By utilizing a public index on IPFS, users can still verify the consistency of the data served by the Kauri network. It’s also readily accessible via IPNS to anyone with the hash.
On IPFS, only one participant can publish the index under a static unique name. Consequently, this solution is not censorship resistant (as it is maintained solely by Kauri). A read-only public index on IPFS also suffers with regard to speed, as publishing to IPNS currently takes approximately two minutes.
The Ask of Users For Each Storage Option
Option #1: On-Chain Index = Cost
For on-chain articles, Kauri users trust and transact directly with the main chain and pay the associated gas costs. The primary ask to the user is the transaction cost. Once the index is written to the blockchain, it can be extended to any other dApp and any other user in the blockchain.
Option #2: Sidechain Index = Time & Effort
For sidechain articles, in the case of a Loom or POA Network sidechain implementation, users do not pay main chain storage costs but are heavily leaned upon and must be positioned to immediately request exit from the sidechain in the event of any malicious activity. Exits from the sidechain are not instantaneous as challenge periods exist.
Option #3 Read-Only Public Index on IPFS = Time & Effort & Less Decentralized
For an IPFS read-only index, users would need to verify the consistency of the data served by the Kauri middleware API against the public index. In short, users will not be able to solely trust the main chain or the sidechain implementation with the expectation that the Kauri maintainers consistently and reliably publish the index in a timely manner.

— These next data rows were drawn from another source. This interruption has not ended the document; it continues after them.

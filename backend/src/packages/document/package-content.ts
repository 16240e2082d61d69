import type { Language } from '#shared/checklist/text';
import type { Joint } from '#shared/contracts/openings';
import type { SavedDefrostPlan } from '#shared/contracts/defrost-plans';
import type { SequenceDetail } from '#shared/contracts/sequences';
import type { PackageId, SequenceId } from '#shared/plant/ids';
import type { Level } from '#shared/plant/words';

/** A circuit that has a sequence; it gets a chapter of its own once anything was recorded on it. */
export interface PackageCircuitRef {
  readonly sequenceId: SequenceId;
  /** A system's and a suction group's own work has a chapter too, before those of its circuits. */
  readonly level: Level;
  readonly code: string;
  readonly description: string;
  readonly systemName: string;
  readonly state: Joint['state'];
}

export interface SummaryCircuit {
  readonly code: string;
  readonly description: string;
  readonly area: string;
  readonly state: Joint['state'];
}

/** The own work of a system or of one of its suction groups. */
export interface SummaryWork {
  readonly level: Exclude<Level, 'circuit'>;
  readonly code: string;
  readonly state: Joint['state'];
}

export interface SummarySystem {
  readonly name: string;
  readonly refrigerant: string;
  /** Told beside the circuits and never counted with them; empty where a schedule came before there was such work. */
  readonly work: readonly SummaryWork[];
  readonly circuits: readonly SummaryCircuit[];
}

/** All that a handover package's document says, and where it gets what is too much to hold at once. */
export interface PackageContent {
  readonly opening: {
    readonly name: string;
    readonly address: string;
    /** ISO date. */
    readonly openingDate: string;
    /** IANA name; every time in the document is written in it. */
    readonly timeZone: string;
    readonly elevationM: number;
    readonly unitSystem: 'us' | 'si';
    readonly contractorName: string;
    readonly companyName: string;
  };
  readonly package: {
    readonly id: PackageId;
    readonly version: number;
    readonly language: Language;
    /** ISO date and time. */
    readonly createdAt: string;
    readonly createdByName: string;
  };
  /** SHA-256 of the installation's public key, in lower-case hexadecimal. */
  readonly installation: { readonly fingerprint: string };
  /** Every circuit of the opening, with or without a sequence: what isn't complete is counted on these. */
  readonly summary: { readonly systems: readonly SummarySystem[] };
  /** The defrost plan that counted when the package was asked for; `null`: none, and no section about it. */
  readonly defrostPlan: SavedDefrostPlan | null;
  /** In the order of the chapters. */
  readonly circuits: readonly PackageCircuitRef[];
  /** Called once for each circuit to survey it, then once in each of the two passes for one that gets a chapter. */
  loadCircuit(sequenceId: SequenceId): Promise<SequenceDetail>;
  /** A JPEG of at most 1200 px; `null` when it isn't there or is broken, which the document says in its place. */
  loadPhoto(sequenceId: SequenceId, sha256: string): Promise<Buffer | null>;
}
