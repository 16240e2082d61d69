import { gap, kept, type Block } from '../../pdf/block';
import { paragraph } from '../../pdf/paragraph';
import { PAGE, TEXT_WIDTH } from '../../pdf/page-geometry';
import { ruledTable } from '../../pdf/ruled-table';
import { STYLES } from '../../pdf/text-style';
import { beginChapter, HASHES_KEY, type DocumentContext } from './document-context';

export interface CircuitHash {
  readonly code: string;
  /** Head that the standing approval answers for; `null` where none does. */
  readonly approvedHead: string | null;
}

/**
 * The last pages: the hash of every approved record, the key's fingerprint, how anyone can check both, and the literature
 * behind the workings.
 */
export async function drawHashes(
  context: DocumentContext,
  hashes: readonly CircuitHash[],
  sources: readonly string[],
): Promise<void> {
  const { sheet, words, content } = context;
  sheet.newPage();
  sheet.runningHead = words.hashPage;
  sheet.openPart('Sect');
  beginChapter(context, HASHES_KEY, words.hashPage);
  const inset = { x: PAGE.left + 20, width: TEXT_WIDTH - 20 };
  await sheet.place([
    ...paragraph(sheet, words.hashPage, STYLES.chapter, { tag: 'H1' }),
    gap(6),
    ...paragraph(sheet, words.hash.intro, STYLES.body),
    gap(12),
    ...kept([
      ...paragraph(sheet, words.hash.fingerprint, STYLES.label),
      ...paragraph(sheet, content.installation.fingerprint, STYLES.mono),
    ]),
    gap(14),
    ...paragraph(sheet, words.hash.howTo, STYLES.section, { tag: 'H2' }),
    ...words.hash.steps.flatMap((step, index) => [
      gap(3),
      ...paragraph(sheet, step, STYLES.body, {
        ...inset,
        ornament: (page, baseline) => page.text(`${index + 1}`, PAGE.left, baseline, STYLES.mono),
      }),
    ]),
    gap(16),
  ]);
  const rows = hashes.map(({ code, approvedHead }) => [
    { text: code, style: STYLES.mono },
    approvedHead === null ? { text: words.hash.notApproved, style: STYLES.small } : { text: approvedHead },
  ]);
  const columns = [
    { title: words.columns.circuit, share: 22 },
    {
      title: words.columns.approvedHead,
      share: 78,
      style: { ...STYLES.monoSmall, colour: STYLES.mono.colour },
    },
  ];
  if (rows.length > 0) await sheet.place(ruledTable(sheet, columns, rows, { hasRowHeads: true }));
  await sheet.place(sourceBlocks(context, sources));
  sheet.closePart();
  sheet.runningHead = null;
}

function sourceBlocks(context: DocumentContext, sources: readonly string[]): Block[] {
  const { sheet, words } = context;
  if (sources.length === 0) return [];
  return [
    gap(20),
    ...paragraph(sheet, words.superheat.sources, STYLES.section, { tag: 'H2' }),
    ...sources.flatMap((source) => [gap(3), ...paragraph(sheet, source, STYLES.small)]),
  ];
}
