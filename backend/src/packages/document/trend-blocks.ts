import type { FoldEntry } from '#shared/sequences/fold';
import { reduceSamples } from '#shared/refrigeration/logger/reduce-samples';
import { gap, kept, type Block } from '../../pdf/block';
import { paragraph } from '../../pdf/paragraph';
import { STYLES } from '../../pdf/text-style';
import { trendChart } from '../../pdf/trend-chart';
import type { StepOf } from '#shared/checklist/step';
import { judgedOf, type CircuitContext } from './judged-entry';
import { verdictBlocks } from './measurement-blocks';
import { workingBlocks } from './working-blocks';

/** More points than this are finer than a printed line. */
const MOST_POINTS = 900;

/** A log of temperatures: what came of it, the curve with its band, and the working. */
export function trendBlocks(circuit: CircuitContext, entry: FoldEntry, step: StepOf<'trend'>): Block[] {
  const { context } = circuit;
  const { sheet, words, format } = context;
  const { content } = entry.body;
  if (content.kind !== 'answer' || content.answer.kind !== 'trend') return [];
  const { answer } = content;
  const ordered = answer.atS
    .map((at, index) => ({ at, kelvins: answer.temperatureK[index] ?? NaN }))
    .filter(({ kelvins }) => Number.isFinite(kelvins))
    .sort((a, b) => a.at - b.at);
  const drawn = reduceSamples(
    Float64Array.from(ordered, ({ at }) => at),
    Float64Array.from(ordered, ({ kelvins }) => kelvins),
    MOST_POINTS,
  );
  const temperature = (kelvins: number): string => format.ofDimension(kelvins, 'temperature');
  const what = `${answer.column}, ${words.superheat.log(answer.file.name, answer.file.rows)}`;
  return [
    ...kept([
      ...verdictBlocks(circuit, entry),
      gap(3),
      trendChart(
        {
          times: [...drawn.times],
          values: [...drawn.values],
          low: step.bandLowK,
          high: step.bandHighK,
        },
        {
          highText: temperature(step.bandHighK),
          lowText: step.bandLowK === null ? '' : temperature(step.bandLowK),
          startText: answer.startText,
          endText: format.ofDimension((answer.atS.at(-1) ?? 0) - (answer.atS[0] ?? 0), 'duration'),
          alt: what,
        },
      ),
    ]),
    ...paragraph(sheet, what, STYLES.small),
    gap(3),
    ...(judgedOf(entry)?.working ?? []).flatMap((working) =>
      workingBlocks(context, [{ title: '', typed: {}, working }]),
    ),
  ];
}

Why Levying Storage Costs to the User is Wise
Option #1, an on-chain index, remains the most promising decentralized storage solution for Web3. The price paid by users ensures that the index is persistent on the main chain and that data is reliably extensible to any other dApp or any other user browsing the Ethereum blockchain. Sidechains, with a reliable implementation, offer some of the benefits of decentralization but introduce further complexity to the user, as data must be transferred from the main chain to the sidechain and the user must monitor the sidechain for malfeasance. A read-only public index on IPFS moves away from chain-related decentralization, instead distributing the index across IPFS nodes — a centralized environment in which only one participant under a static unique name can publish the index.
A secure, efficient, and elegant storage solution remains an ongoing challenge for the Ethereum ecosystem. The trilemma between security, decentralization, and scaling exists as much for handling transaction volume as for managing longer-form content. But between batching and sidechains, a number of compelling and decentralized storage options have emerged.
As developers test drive these Layer 2 solutions over the coming months — for both scaling and storage — the Kauri team looks forward to not just documenting their progress, but counting ourselves among the dApps who are also actively building these solutions for Web3.